Public Participation and the Open Government Directive
Last week, U.S. Chief Technology Officer Aneesh Chopra and Chief Information Officer Vivek Kundra held a live webcast to announce the Obama Administration's Open Government Directive (pdf).
The directive requires executive departments and agencies to meet 45, 60, and 120-day benchmarks in creating frameworks, plans and flagship initiatives for open government. The directive's bywords are transparency, participation and collaboration.
Here is a survey of the mixed reactions I've seen.
GovFresh gathers a selection of glowing responses, including one from Carl Malamud of Public.Resource.Org: “This is great. No equivocating, vacillating, hemming, or hawing. This is all good, big thumbs up to the folks that made this happen.”
Intellitics notes that the directive's emphasis is clearly on transparency, rather than participation.

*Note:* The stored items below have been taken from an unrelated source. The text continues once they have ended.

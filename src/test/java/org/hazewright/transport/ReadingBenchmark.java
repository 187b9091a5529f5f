package org.hazewright.transport;

import java.util.concurrent.TimeUnit;
import org.openjdk.jmh.annotations.Benchmark;
import org.openjdk.jmh.annotations.BenchmarkMode;
import org.openjdk.jmh.annotations.Fork;
import org.openjdk.jmh.annotations.Measurement;
import org.openjdk.jmh.annotations.Mode;
import org.openjdk.jmh.annotations.OutputTimeUnit;
import org.openjdk.jmh.annotations.Param;
import org.openjdk.jmh.annotations.Scope;
import org.openjdk.jmh.annotations.State;
import org.openjdk.jmh.annotations.Warmup;

/** Diffusion readings of 100 distances or 1000 times (each under 1 ms), and totals of a slab by transport (under 3 ms). */
@State(Scope.Thread)
@BenchmarkMode(Mode.AverageTime)
@OutputTimeUnit(TimeUnit.MILLISECONDS)
@Warmup(iterations = 3, time = 1)
@Measurement(iterations = 5, time = 1)
@Fork(1)
public class ReadingBenchmark {
    private static final int DISTANCES = 100;

    /** µs' 10 /cm; new coefficients at each call, so that nothing is remembered from the last. */
    private double mua = 0.1;

    private Medium next(double g) {
        mua = mua > 0.2 ? 0.1 : mua + 1e-6;
        return new Medium(mua, 10, g, 1.4);
    }

    private Diffusion diffusion(Double thickness) {
        return new Diffusion(next(0.8), 1, thickness, Convention.DEFAULT);
    }

    private static double mm(int i) {
        return 1 + 0.4 * i;
    }

    private static double steady(Diffusion d) {
        SteadySignal s = new SteadySignal(d);
        double sum = 0;
        for (int i = 0; i < DISTANCES; i++) sum += s.reflectancePerMm2(mm(i));
        return sum;
    }

    @Benchmark
    public double steadySemiInfinite() {
        return steady(diffusion(null));
    }

    @Benchmark
    public double steadySlab() {
        return steady(diffusion(20.0));
    }

    private static double modulated(Diffusion d) {
        FrequencySignal f = new FrequencySignal(d, 100);
        double sum = 0;
        for (int i = 0; i < DISTANCES; i++)
            sum += f.modulation(mm(i), Side.REFLECTANCE) + f.phaseDeg(mm(i), Side.REFLECTANCE);
        return sum;
    }

    @Benchmark
    public double modulatedSemiInfinite() {
        return modulated(diffusion(null));
    }

    @Benchmark
    public double modulatedSlab() {
        return modulated(diffusion(20.0));
    }

    @Benchmark
    public double momentsSemiInfinite() {
        TimeMoments m = new TimeMoments(diffusion(null), Side.REFLECTANCE);
        double sum = 0;
        for (int i = 0; i < DISTANCES; i++) sum += m.meanPs(mm(i)) + m.variancePs2(mm(i));
        return sum;
    }

    @Benchmark
    public double momentsSlab() {
        TimeMoments m = new TimeMoments(diffusion(20.0), Side.REFLECTANCE);
        double sum = 0;
        for (int i = 0; i < DISTANCES; i++) sum += m.meanPs(mm(i));
        return sum;
    }

    private static final TimeAxis AXIS = new TimeAxis(0, 4995, 5);
    private static final Response RESPONSE = response();

    private static Response response() {
        double[] t = new double[120];
        double[] y = new double[120];
        for (int i = 0; i < t.length; i++) {
            t[i] = -150 + 5 * i;
            y[i] = 1000 * Math.exp(-0.5 * Math.pow(t[i] / 50, 2)) + Math.exp(-Math.max(0, t[i]) / 100);
        }
        return new Response(t, y);
    }

    @Benchmark
    public TimeCurve curveSemiInfinite() {
        TimeSignal t = new TimeSignal(diffusion(null));
        return TimeCurve.seen(x -> t.perMm2PerPs(30, x, Side.REFLECTANCE), AXIS, RESPONSE)
                .ofCounts(1e6);
    }

    @Benchmark
    public TimeCurve curveSlab() {
        TimeSignal t = new TimeSignal(diffusion(20.0));
        return TimeCurve.seen(x -> t.perMm2PerPs(30, x, Side.REFLECTANCE), AXIS, RESPONSE)
                .ofCounts(1e6);
    }

    /** The slab of 10 mm to 1e−5 at three sharpnesses of scattering. */
    @State(Scope.Thread)
    public static class Sharpness {
        @Param({"0.7", "0.9", "0.95"})
        double g;
    }

    @Benchmark
    public SlabLight slabByAddingAndDoubling(Sharpness s) {
        return AddingDoubling.slab(next(s.g), 1, 10);
    }
}
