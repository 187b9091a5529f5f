package org.hazewright.transport;

import static org.junit.jupiter.api.Assertions.assertEquals;
import static org.junit.jupiter.api.Assertions.assertTrue;

import java.util.ArrayList;
import java.util.List;
import java.util.Random;
import org.junit.jupiter.api.Test;
import org.junit.jupiter.params.ParameterizedTest;
import org.junit.jupiter.params.provider.CsvSource;
import org.junit.jupiter.params.provider.MethodSource;

class AddingDoublingPropertyTest {
    record Case(Medium medium, double outside, double thickness) {}

    static List<Case> cases() {
        Random random = new Random(35);
        List<Case> all = new ArrayList<>();
        double[] outsides = {1, 1, 1.33, 1.5};
        for (int i = 0; i < 60; i++) {
            double musp = Math.exp(-2 + 6 * random.nextDouble());
            double mua = i % 6 == 0 ? 0 : musp * Math.exp(-8 + 9 * random.nextDouble());
            double g = -0.3 + 1.25 * random.nextDouble();
            double n = i % 7 == 0 ? outsides[i % 4] : 1 + 0.7 * random.nextDouble();
            double thickness = Math.exp(-3 + 7 * random.nextDouble());
            all.add(new Case(new Medium(mua, musp, g, n), outsides[i % 4], thickness));
        }
        return all;
    }

    @ParameterizedTest
    @MethodSource("cases")
    void energyIsConserved(Case c) {
        SlabLight light = AddingDoubling.slab(c.medium, c.outside, c.thickness);
        if (c.medium.muaPerCm() == 0) assertEquals(0, light.absorbed(), 1e-8);
        else assertTrue(light.absorbed() > -1e-9, light.toString());
        assertTrue(light.diffuseReflectance() > 0);
    }

    @ParameterizedTest
    @MethodSource("cases")
    void moreAbsorptionMeansLessLight(Case c) {
        SlabLight less = AddingDoubling.slab(c.medium, c.outside, c.thickness);
        Medium dark = c.medium.withMua(c.medium.muaPerCm() * 1.2 + 0.01);
        SlabLight more = AddingDoubling.slab(dark, c.outside, c.thickness);
        assertTrue(more.diffuseReflectance() < less.diffuseReflectance() + 1e-12);
        assertTrue(more.totalTransmittance() < less.totalTransmittance() + 1e-12);
    }

    /** Only the products of length and coefficient matter. */
    @ParameterizedTest
    @MethodSource("cases")
    void tenTimesThinnerAndTenTimesStronger(Case c) {
        Medium strong = new Medium(c.medium.muaPerCm() * 10, c.medium.muspPerCm() * 10, c.medium.g(), c.medium.n());
        SlabLight a = AddingDoubling.slab(c.medium, c.outside, c.thickness);
        SlabLight b = AddingDoubling.slab(strong, c.outside, c.thickness / 10);
        assertEquals(a.diffuseReflectance(), b.diffuseReflectance(), 1e-10);
        assertEquals(a.diffuseTransmittance(), b.diffuseTransmittance(), 1e-10);
    }

    /** Twice as many directions and more change no share by more than the error that is promised. */
    @ParameterizedTest
    @CsvSource({
        "0.80, 1.40, 1",
        "0.80, 1.50, 1",
        "0.80, 1.33, 1.5",
        "0.90, 1.33, 1",
        "0.90, 1.40, 1",
        "0.90, 1.60, 1",
        "0.95, 1.33, 1",
        "0.95, 1.40, 1",
        "0.95, 1.50, 1.33",
        "0.95, 1.40, 1.4"
    })
    void directionsAreEnough(double g, double n, double outside) {
        for (double depth : new double[] {0.1, 1, 5, 50})
            for (double albedo : new double[] {0.5, 0.99, 0.9999}) {
                Medium m = new Medium(10 * depth * (1 - albedo), 10 * depth * albedo * (1 - g), g, n);
                SlabLight ours = AddingDoubling.slab(m, outside, 1);
                SlabLight fine = AddingDoubling.slab(m, outside, 1, 79);
                String at = "depth " + depth + ", albedo " + albedo;
                assertEquals(fine.diffuseReflectance(), ours.diffuseReflectance(), 1e-5, at);
                assertEquals(fine.diffuseTransmittance(), ours.diffuseTransmittance(), 1e-5, at);
            }
    }

    /** Single scattering in a very thin matched slab: half of it goes back when isotropic, R = a τ/2 (τ → 0). */
    @Test
    void thinMatchedSlab() {
        double tau = 1e-4;
        SlabLight light = AddingDoubling.slab(new Medium(10 * tau * 0.2, 10 * tau * 0.8, 0, 1), 1, 1);
        assertEquals(0.8 * tau / 2, light.diffuseReflectance(), 1e-3 * tau);
        assertEquals(0.8 * tau / 2, light.diffuseTransmittance(), 1e-3 * tau);
    }

    @ParameterizedTest
    @CsvSource({"0.5, 0.0", "0.1, 0.7", "0.02, 0.9"})
    void thickSlabIsSemiInfinite(double mua, double g) {
        Medium m = new Medium(mua, 10, g, 1.4);
        double half = AddingDoubling.semiInfinite(m, 1).diffuseReflectance();
        assertEquals(half, AddingDoubling.slab(m, 1, 400).diffuseReflectance(), 1e-9);
    }

    /** The light that leaks through a thick slab falls by one factor per mm, however little is left: no digits are lost. */
    @Test
    void deepLightFallsExponentially() {
        Medium m = new Medium(1, 10, 0.8, 1.4);
        double a = AddingDoubling.slab(m, 1, 40).diffuseTransmittance();
        double b = AddingDoubling.slab(m, 1, 80).diffuseTransmittance();
        double c = AddingDoubling.slab(m, 1, 120).diffuseTransmittance();
        assertTrue(c > 0 && c < 1e-20);
        assertEquals(b / a, c / b, 1e-6 * b / a);
        // and the factor is diffusion's within its own small error, 4 % at µa/µs' = 0.1
        double k = Math.log(a / b) / 40;
        assertEquals(m.muEffPerMm(), k, 0.04 * k);
    }

    @Test
    void semiInfiniteWithoutAbsorptionReturnsEverything() {
        SlabLight light = AddingDoubling.semiInfinite(new Medium(0, 10, 0.8, 1.4), 1);
        assertEquals(1, light.totalReflectance(), 1e-15);
    }
}
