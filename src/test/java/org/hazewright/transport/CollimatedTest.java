package org.hazewright.transport;

import static org.junit.jupiter.api.Assertions.assertEquals;
import static org.junit.jupiter.api.Assertions.assertThrows;

import org.hazewright.optics.Refusal;
import org.junit.jupiter.api.Test;

class CollimatedTest {
    /** Bouguer–Beer–Lambert: a tenth of the light in 10 mm when µt = ln 10 /cm, 10 dB. */
    @Test
    void oneDecade() {
        Collimated c = new Collimated(new Medium(Math.log(10), 0, 0, 1.33), 1.33, 10);
        assertEquals(0.1, c.transmittance(), 1e-15);
        assertEquals(10, c.attenuationDb(), 1e-12);
        assertEquals(0, c.returned());
    }

    /** Scattering takes light out of the ray as absorption does, at its full coefficient µs = µs'/(1 − g). */
    @Test
    void scatteringCountsInFull() {
        Collimated c = new Collimated(new Medium(0.5, 0.1, 0.9, 1.4), 1.4, 10);
        assertEquals(Math.exp(-1.5), c.transmittance(), 1e-15);
    }

    /** A clear plate: T = 2n/(n² + 1) with all internal reflections (Born &amp; Wolf, incoherent sum); 0.9231 for n 1.5. */
    @Test
    void clearPlate() {
        Collimated c = new Collimated(new Medium(0, 0, 0, 1.5), 1, 2);
        assertEquals(3 / 3.25, c.transmittance(), 1e-15);
        assertEquals(1, c.transmittance() + c.returned() + c.specularReflectance(), 1e-15);
        assertEquals(0.04, c.specularReflectance(), 1e-15);
    }

    /** The decibels stay a number where the transmittance is 0. */
    @Test
    void opaque() {
        Collimated c = new Collimated(new Medium(1000, 0, 0, 1), 1, 100);
        assertEquals(0, c.transmittance());
        assertEquals(1e4 * 10 / Math.log(10), c.attenuationDb(), 1e-6);
    }

    @Test
    void refusesNegativeThickness() {
        assertThrows(Refusal.class, () -> new Collimated(new Medium(1, 1, 0, 1), 1, -1));
    }
}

Meredith Fuchs wonders whether there is "more than rhetoric" in the directive, but also notes that "this is the most significant effort of which I am aware to open up our government to the light of day."
Andrea DiMaio flat out calls the directive disappointing.
On the NCDD (National Coalition for Dialogue & Deliberation) discussion list, Barnett Pearce notes that vision of openness expressed in the directive falls mostly to the left on the IAP2 (International Association for Public Participation) spectrum. The spectrum (pdf) describes qualities of participation, from informing to involving and empowering.